● **Required work**: Output only the stretch of the listing that starts at the line containing "cell(gas, 'po2MmHg'), ...pfCells(gas)]]" and ends at the line containing "const value = values[key];", reproduced exactly with both ends.

[Supplied records Boundary: Start]

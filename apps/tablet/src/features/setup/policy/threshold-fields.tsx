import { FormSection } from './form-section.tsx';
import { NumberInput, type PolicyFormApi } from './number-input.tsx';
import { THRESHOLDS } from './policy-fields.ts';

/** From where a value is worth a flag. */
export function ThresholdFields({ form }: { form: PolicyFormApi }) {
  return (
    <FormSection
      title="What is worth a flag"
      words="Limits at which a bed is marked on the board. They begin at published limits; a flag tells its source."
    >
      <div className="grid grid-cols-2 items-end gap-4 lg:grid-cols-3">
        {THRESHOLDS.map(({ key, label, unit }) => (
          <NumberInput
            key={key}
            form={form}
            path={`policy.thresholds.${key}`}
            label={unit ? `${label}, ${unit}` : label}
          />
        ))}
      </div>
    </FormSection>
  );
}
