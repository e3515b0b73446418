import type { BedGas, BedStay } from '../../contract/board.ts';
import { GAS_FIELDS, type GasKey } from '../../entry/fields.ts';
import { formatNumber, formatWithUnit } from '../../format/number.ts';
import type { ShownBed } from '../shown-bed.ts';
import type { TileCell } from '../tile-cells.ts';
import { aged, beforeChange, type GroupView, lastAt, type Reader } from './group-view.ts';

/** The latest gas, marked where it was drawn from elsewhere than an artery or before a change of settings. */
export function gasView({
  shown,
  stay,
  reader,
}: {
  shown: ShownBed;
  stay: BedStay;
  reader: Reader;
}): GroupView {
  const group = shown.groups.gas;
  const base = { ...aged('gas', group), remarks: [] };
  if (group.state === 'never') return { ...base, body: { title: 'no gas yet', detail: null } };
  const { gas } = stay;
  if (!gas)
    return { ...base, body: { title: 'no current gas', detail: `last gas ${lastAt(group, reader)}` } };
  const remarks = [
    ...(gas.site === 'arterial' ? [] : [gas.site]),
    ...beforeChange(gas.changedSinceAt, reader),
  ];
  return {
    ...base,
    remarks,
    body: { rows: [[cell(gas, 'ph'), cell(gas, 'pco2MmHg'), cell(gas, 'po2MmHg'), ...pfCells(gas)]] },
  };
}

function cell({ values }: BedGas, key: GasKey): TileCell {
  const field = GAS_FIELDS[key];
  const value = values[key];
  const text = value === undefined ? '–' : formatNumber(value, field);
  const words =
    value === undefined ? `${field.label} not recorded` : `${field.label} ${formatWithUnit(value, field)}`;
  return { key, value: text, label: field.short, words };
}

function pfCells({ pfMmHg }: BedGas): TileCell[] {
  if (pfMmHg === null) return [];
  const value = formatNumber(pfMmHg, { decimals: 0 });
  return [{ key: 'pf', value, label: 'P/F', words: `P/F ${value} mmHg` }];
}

[Supplied records Boundary: End]

● **Result of this task**:
    body: { rows: [[cell(gas, 'ph'), cell(gas, 'pco2MmHg'), cell(gas, 'po2MmHg'), ...pfCells(gas)]] },
  };
}

function cell({ values }: BedGas, key: GasKey): TileCell {
  const field = GAS_FIELDS[key];
  const value = values[key];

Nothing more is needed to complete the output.